INFORMATION PROVIDED:

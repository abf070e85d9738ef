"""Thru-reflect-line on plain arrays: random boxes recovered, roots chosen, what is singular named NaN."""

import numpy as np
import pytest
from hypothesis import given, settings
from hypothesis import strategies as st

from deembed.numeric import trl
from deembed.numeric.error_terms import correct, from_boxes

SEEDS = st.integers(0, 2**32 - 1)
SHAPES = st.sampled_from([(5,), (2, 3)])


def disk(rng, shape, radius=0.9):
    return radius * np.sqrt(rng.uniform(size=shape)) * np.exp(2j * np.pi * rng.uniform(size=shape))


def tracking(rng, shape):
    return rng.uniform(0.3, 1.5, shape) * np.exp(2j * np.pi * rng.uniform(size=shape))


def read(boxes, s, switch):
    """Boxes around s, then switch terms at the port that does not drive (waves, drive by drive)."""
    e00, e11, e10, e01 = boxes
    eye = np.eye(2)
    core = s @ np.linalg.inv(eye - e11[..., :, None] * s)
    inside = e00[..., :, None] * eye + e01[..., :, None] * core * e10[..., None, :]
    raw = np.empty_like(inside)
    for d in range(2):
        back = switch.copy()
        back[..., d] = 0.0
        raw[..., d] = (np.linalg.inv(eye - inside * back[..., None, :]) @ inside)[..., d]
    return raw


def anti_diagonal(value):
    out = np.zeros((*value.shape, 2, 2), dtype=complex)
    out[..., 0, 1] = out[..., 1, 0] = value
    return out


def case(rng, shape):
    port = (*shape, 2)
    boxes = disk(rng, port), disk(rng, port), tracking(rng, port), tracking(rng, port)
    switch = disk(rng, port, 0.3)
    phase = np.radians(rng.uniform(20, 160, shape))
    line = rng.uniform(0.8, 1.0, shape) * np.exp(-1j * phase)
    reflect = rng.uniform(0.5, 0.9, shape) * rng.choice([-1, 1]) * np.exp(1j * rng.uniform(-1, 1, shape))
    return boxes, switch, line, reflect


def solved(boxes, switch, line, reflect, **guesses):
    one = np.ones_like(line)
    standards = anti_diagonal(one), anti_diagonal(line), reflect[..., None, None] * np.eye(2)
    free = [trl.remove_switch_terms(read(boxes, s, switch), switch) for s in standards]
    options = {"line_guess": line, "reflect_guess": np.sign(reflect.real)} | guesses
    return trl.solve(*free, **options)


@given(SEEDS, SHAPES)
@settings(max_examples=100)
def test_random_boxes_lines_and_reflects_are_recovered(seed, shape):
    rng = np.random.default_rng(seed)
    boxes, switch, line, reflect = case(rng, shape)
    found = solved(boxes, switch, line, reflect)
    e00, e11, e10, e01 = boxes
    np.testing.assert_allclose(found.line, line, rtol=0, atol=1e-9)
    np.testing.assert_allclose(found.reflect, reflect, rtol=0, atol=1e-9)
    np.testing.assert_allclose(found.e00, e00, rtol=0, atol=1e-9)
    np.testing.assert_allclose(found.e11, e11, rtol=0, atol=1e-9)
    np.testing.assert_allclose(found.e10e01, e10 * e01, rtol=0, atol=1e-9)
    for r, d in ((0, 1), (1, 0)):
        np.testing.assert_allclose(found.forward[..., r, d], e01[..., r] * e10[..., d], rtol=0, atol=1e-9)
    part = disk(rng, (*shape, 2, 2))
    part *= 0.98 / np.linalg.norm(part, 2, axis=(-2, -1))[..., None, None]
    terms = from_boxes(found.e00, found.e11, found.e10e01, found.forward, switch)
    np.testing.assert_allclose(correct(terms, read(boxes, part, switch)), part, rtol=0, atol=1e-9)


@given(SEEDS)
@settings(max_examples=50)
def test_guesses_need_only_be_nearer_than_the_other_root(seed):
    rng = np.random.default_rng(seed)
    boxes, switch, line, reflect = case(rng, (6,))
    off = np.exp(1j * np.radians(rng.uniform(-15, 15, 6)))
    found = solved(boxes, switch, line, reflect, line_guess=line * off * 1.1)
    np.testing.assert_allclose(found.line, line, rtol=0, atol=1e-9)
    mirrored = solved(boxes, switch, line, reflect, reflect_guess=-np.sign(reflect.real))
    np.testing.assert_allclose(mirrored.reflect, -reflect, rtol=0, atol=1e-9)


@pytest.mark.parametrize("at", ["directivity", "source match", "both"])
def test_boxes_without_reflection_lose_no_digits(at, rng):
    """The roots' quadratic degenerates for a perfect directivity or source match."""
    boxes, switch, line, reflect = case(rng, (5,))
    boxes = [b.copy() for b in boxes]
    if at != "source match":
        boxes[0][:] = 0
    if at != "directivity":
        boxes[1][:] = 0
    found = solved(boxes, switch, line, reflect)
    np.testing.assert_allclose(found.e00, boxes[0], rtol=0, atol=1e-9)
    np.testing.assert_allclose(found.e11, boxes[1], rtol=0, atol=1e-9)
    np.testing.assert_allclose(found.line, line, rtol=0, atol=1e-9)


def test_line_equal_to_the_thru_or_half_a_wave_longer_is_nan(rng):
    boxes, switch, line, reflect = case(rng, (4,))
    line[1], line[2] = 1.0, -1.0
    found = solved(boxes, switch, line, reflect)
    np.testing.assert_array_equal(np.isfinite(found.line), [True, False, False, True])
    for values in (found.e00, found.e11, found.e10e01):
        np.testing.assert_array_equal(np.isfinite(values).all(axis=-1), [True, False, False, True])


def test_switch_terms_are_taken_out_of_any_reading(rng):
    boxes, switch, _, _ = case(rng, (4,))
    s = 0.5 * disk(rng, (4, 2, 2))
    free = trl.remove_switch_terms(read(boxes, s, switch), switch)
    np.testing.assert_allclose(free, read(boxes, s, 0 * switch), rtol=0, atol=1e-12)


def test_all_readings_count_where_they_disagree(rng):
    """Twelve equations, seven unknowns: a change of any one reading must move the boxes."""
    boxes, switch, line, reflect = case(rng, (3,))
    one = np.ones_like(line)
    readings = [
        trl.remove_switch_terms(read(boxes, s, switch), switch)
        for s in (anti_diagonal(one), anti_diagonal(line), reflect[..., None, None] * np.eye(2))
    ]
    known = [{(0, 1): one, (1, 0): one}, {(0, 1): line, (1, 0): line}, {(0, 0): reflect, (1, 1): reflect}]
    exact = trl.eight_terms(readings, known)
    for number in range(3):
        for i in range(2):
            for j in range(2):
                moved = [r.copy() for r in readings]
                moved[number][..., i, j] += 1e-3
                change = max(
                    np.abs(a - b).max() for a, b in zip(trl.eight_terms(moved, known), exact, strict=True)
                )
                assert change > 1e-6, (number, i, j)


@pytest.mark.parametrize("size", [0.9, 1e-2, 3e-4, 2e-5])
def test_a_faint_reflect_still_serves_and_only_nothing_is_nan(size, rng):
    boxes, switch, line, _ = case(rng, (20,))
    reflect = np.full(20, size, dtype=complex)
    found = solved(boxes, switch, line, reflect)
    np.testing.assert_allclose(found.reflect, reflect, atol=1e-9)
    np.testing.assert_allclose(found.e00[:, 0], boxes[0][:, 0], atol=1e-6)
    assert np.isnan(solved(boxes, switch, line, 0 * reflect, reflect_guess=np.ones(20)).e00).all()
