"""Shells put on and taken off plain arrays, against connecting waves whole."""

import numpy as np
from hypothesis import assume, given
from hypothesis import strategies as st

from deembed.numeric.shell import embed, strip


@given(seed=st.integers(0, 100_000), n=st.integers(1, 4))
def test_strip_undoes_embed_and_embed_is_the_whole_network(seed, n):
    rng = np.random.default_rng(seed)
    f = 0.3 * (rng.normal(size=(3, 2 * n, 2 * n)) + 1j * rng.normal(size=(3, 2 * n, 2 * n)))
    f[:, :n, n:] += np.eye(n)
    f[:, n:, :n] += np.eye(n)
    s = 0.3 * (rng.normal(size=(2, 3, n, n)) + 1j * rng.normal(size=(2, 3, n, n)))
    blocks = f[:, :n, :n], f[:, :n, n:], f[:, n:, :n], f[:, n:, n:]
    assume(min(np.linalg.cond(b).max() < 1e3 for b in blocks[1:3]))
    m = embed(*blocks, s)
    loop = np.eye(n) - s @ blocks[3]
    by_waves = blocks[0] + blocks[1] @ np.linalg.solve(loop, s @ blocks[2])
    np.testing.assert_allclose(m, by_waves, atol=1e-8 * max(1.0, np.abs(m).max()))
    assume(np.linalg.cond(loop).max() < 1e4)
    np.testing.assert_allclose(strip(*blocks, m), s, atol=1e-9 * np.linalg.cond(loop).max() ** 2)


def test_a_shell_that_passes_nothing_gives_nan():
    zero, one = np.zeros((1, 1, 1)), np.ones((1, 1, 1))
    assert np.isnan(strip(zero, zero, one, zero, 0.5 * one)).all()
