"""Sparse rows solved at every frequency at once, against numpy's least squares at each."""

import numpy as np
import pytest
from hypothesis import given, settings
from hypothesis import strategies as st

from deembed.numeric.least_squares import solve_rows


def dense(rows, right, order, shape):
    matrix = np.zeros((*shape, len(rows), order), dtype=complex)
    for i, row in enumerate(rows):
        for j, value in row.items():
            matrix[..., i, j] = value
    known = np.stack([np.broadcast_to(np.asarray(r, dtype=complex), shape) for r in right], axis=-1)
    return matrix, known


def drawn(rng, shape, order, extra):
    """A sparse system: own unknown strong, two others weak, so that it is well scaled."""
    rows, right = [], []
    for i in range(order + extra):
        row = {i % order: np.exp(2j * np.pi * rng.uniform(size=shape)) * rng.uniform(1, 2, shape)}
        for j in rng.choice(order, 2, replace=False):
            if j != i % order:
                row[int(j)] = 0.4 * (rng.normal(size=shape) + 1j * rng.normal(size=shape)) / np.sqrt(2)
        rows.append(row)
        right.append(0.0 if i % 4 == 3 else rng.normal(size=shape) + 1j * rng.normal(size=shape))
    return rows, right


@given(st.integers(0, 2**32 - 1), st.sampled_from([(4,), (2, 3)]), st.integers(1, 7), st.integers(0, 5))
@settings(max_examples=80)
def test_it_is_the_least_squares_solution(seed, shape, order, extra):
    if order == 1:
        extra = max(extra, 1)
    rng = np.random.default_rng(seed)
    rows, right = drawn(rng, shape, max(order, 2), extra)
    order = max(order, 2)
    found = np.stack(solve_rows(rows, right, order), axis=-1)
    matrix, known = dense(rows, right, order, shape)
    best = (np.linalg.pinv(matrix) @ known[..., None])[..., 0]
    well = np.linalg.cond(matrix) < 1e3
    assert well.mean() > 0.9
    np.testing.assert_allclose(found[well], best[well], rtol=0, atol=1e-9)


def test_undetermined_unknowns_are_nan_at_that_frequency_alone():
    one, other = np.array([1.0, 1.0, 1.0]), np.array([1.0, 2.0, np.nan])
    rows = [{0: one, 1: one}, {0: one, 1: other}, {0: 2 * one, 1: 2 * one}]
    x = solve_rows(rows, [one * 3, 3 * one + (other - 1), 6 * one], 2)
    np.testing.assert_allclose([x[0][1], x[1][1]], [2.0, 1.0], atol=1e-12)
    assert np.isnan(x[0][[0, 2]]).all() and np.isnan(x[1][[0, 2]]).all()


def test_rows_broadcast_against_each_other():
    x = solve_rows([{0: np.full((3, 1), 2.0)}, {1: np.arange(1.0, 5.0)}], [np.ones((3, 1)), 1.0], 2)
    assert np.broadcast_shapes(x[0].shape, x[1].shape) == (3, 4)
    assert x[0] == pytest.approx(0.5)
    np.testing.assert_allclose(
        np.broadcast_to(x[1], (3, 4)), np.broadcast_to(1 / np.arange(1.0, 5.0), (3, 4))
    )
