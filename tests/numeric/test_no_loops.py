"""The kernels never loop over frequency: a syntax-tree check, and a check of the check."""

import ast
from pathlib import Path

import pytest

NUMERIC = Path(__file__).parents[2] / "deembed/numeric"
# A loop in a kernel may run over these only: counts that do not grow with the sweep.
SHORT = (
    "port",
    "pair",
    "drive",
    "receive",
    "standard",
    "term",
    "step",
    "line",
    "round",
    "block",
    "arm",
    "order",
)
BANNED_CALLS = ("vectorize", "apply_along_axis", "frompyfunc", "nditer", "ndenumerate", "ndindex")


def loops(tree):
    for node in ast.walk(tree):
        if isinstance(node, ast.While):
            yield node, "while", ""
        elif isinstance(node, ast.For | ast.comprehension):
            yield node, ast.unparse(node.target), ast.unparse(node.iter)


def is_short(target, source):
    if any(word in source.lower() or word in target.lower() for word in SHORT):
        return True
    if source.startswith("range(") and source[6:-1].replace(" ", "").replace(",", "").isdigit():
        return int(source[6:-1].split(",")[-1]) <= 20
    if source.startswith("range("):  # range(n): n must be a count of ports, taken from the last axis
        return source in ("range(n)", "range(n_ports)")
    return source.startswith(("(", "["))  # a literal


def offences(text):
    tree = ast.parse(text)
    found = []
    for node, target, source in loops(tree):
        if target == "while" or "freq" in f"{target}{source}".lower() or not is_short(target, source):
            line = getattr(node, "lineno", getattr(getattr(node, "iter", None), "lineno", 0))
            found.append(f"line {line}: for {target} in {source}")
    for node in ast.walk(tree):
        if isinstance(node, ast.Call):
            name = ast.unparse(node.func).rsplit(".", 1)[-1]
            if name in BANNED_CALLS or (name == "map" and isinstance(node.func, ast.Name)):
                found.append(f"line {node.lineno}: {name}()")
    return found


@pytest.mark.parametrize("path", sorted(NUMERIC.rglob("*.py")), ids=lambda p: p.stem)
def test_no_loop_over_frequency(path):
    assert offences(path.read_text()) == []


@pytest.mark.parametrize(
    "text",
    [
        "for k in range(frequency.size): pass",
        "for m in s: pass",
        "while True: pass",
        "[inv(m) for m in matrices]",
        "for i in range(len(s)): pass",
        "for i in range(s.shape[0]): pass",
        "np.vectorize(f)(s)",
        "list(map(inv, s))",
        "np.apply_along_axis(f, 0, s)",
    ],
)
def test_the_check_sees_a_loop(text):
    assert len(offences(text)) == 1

WHAT IS BEING ASKED:
Starting at the first line of the listing, retype every line up to and including the one with "line = rng.uniform(0.8, 1.0, shape)".

THE COMPLETED TASK:
repository abf070e85d9738ef
"""Thru-reflect-line on plain arrays: random boxes recovered, roots chosen, what is singular named NaN."""

import numpy as np
import pytest
from hypothesis import given, settings
from hypothesis import strategies as st

from deembed.numeric import trl
from deembed.numeric.error_terms import correct, from_boxes

SEEDS = st.integers(0, 2**32 - 1)
SHAPES = st.sampled_from([(5,), (2, 3)])


def disk(rng, shape, radius=0.9):
    return radius * np.sqrt(rng.uniform(size=shape)) * np.exp(2j * np.pi * rng.uniform(size=shape))


def tracking(rng, shape):
    return rng.uniform(0.3, 1.5, shape) * np.exp(2j * np.pi * rng.uniform(size=shape))


def read(boxes, s, switch):
    """Boxes around s, then switch terms at the port that does not drive (waves, drive by drive)."""
    e00, e11, e10, e01 = boxes
    eye = np.eye(2)
    core = s @ np.linalg.inv(eye - e11[..., :, None] * s)
    inside = e00[..., :, None] * eye + e01[..., :, None] * core * e10[..., None, :]
    raw = np.empty_like(inside)
    for d in range(2):
        back = switch.copy()
        back[..., d] = 0.0
        raw[..., d] = (np.linalg.inv(eye - inside * back[..., None, :]) @ inside)[..., d]
    return raw


def anti_diagonal(value):
    out = np.zeros((*value.shape, 2, 2), dtype=complex)
    out[..., 0, 1] = out[..., 1, 0] = value
    return out


def case(rng, shape):
    port = (*shape, 2)
    boxes = disk(rng, port), disk(rng, port), tracking(rng, port), tracking(rng, port)
    switch = disk(rng, port, 0.3)
    phase = np.radians(rng.uniform(20, 160, shape))
    line = rng.uniform(0.8, 1.0, shape) * np.exp(-1j * phase)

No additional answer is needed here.